Identifying Mean and Variance

Given the standard Gaussian definition $N(x) = \exp \left[ -\frac{1}{2\sigma^2}(x - \mu)^2 \right]$:

  • This matches the form $-\frac{A}{2}x^2 + Bx - C$.
  • Where $A = \frac{1}{\sigma^2} \implies \sigma^2 = \frac{1}{A}$.
  • The mean is $\mu = B \sigma^2 = \frac{B}{A}$.

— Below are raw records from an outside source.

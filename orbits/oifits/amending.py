"""Amendments: faults of a file that are mended when it is read, or that make a table useless."""

import numpy as np

from ..errors import InputError
from ..problems import Log
from .model import BaselineTable, OIFile
from .observables import LONGEST, OLDEST_MJD, YOUNGEST_MJD, sound, timed
from .utc import day_of

JULIAN_DATE_OF_MJD_0 = 2_400_000.5


def amend(file: OIFile, log: Log) -> None:
    """Mend the times of `file`, and leave out tables whose lengths are in unknown units.

    Raises
    ------
    InputError
        If no table of data is left.
    """
    for table in file.data:
        _julian_dates(table, log)
        _missing_dates(table, file.version, log)
    _wavelengths_in_other_units(file, log)
    _baselines_in_other_units(file, log)
    if not file.data:
        last = log.problems[-1]
        raise InputError(
            f"{file.source}: no usable table of data is left: {last.table}: {last.what}"
        )


def _julian_dates(table, log: Log) -> None:
    day = table.mjd - JULIAN_DATE_OF_MJD_0
    late = (day > OLDEST_MJD) & (day < YOUNGEST_MJD)
    if late.any():
        log.suspicious(
            table.label,
            f"column MJD: {np.count_nonzero(late)} rows hold a Julian date "
            f"({table.mjd[late][0]:.3f})",
            "2400000.5 is subtracted",
        )
        table.mjd = np.where(late, day, table.mjd)


def _missing_dates(table, version: int, log: Log) -> None:
    bad = ~((table.mjd >= OLDEST_MJD) & (table.mjd < YOUNGEST_MJD))
    if not bad.any():
        return
    what = f"column MJD: {np.count_nonzero(bad)} rows have no time ({table.mjd[bad][0]:g})"
    start = day_of(table.date_obs)
    first_version = (table.revn or version) == 1 and isinstance(table, BaselineTable)
    if first_version and start is not None and np.isfinite(table.time[bad]).all():
        log.suspicious(table.label, what, "DATE-OBS + TIME is used")
        table.mjd = np.where(bad, start + table.time / 86400, table.mjd)
    elif not timed(table).all():
        log.unusable(table.label, what, "these rows are left out")
    else:
        log.suspicious(table.label, what, "used as it is; its time means nothing")


def _wavelengths_in_other_units(file: OIFile, log: Log) -> None:
    for spectrum in list(file.wavelengths):
        good = sound(spectrum)
        if good.all():
            continue
        example = f"EFF_WAVE of {spectrum.insname!r} is {spectrum.eff_wave[~good][0]:g}"
        if good.any():
            log.unusable(
                spectrum.label,
                f"{example} m in {np.count_nonzero(~good)} channels: no optical wavelength",
                "the data of these channels are left out",
            )
            continue
        file.data[:] = [t for t in file.data if t.insname != spectrum.insname]
        log.unusable(
            spectrum.label,
            f"{example}, which is no optical wavelength in m: state its unit in TUNIT",
            "all its data are left out",
        )


def _baselines_in_other_units(file: OIFile, log: Log) -> None:
    for table in [t for t in file.data if isinstance(t, BaselineTable) and len(t)]:
        longest = table.sides.max(axis=1)
        far = ~(longest < LONGEST)
        if not far.any():
            continue
        value = longest[far][0]
        if far.mean() > 0.5 and np.isfinite(longest[far]).any():
            file.data[:] = [t for t in file.data if t is not table]
            what = f"(u, v) reach {value:.3g}, which is no baseline in m but perhaps in wavelengths"
            log.unusable(table.label, f"{what}: convert them to m", "the table is left out")
        else:
            what = f"{np.count_nonzero(far)} rows have a baseline of {value:.3g} m"
            log.unusable(table.label, what, "these rows are left out")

  • Solving for variance (\tilde{\beta}_{t}):

    \[\tilde{\beta}_{t} = 1 / \left( \frac{\alpha_{t}}{\beta_{t}} + \frac{1}{1 - \bar{\alpha}_{t-1}} \right)\]
    \[= 1 / \left( \frac{\alpha_{t}(1 - \bar{\alpha}_{t-1}) + \beta_{t}}{\beta_{t}(1 - \bar{\alpha}_{t-1})} \right)\]
    \[\tilde{\beta}_{t} = \frac{1 - \bar{\alpha}_{t-1}}{1 - \bar{\alpha}_{t}} \beta_{t}\]
    # From self.posterior_var implementation
    self.posterior_var = self.betas * (1.0 - alpha_bars_prev) / (1.0 - alpha_bars)
    

    Note: This is the theoretically correct variance for the reverse process when $x_0$ is known. In inference, the model approximates $x_0$ via noise prediction, serving as a fixed lower bound.

    Derivation of the Posterior Mean (\tilde{\mu})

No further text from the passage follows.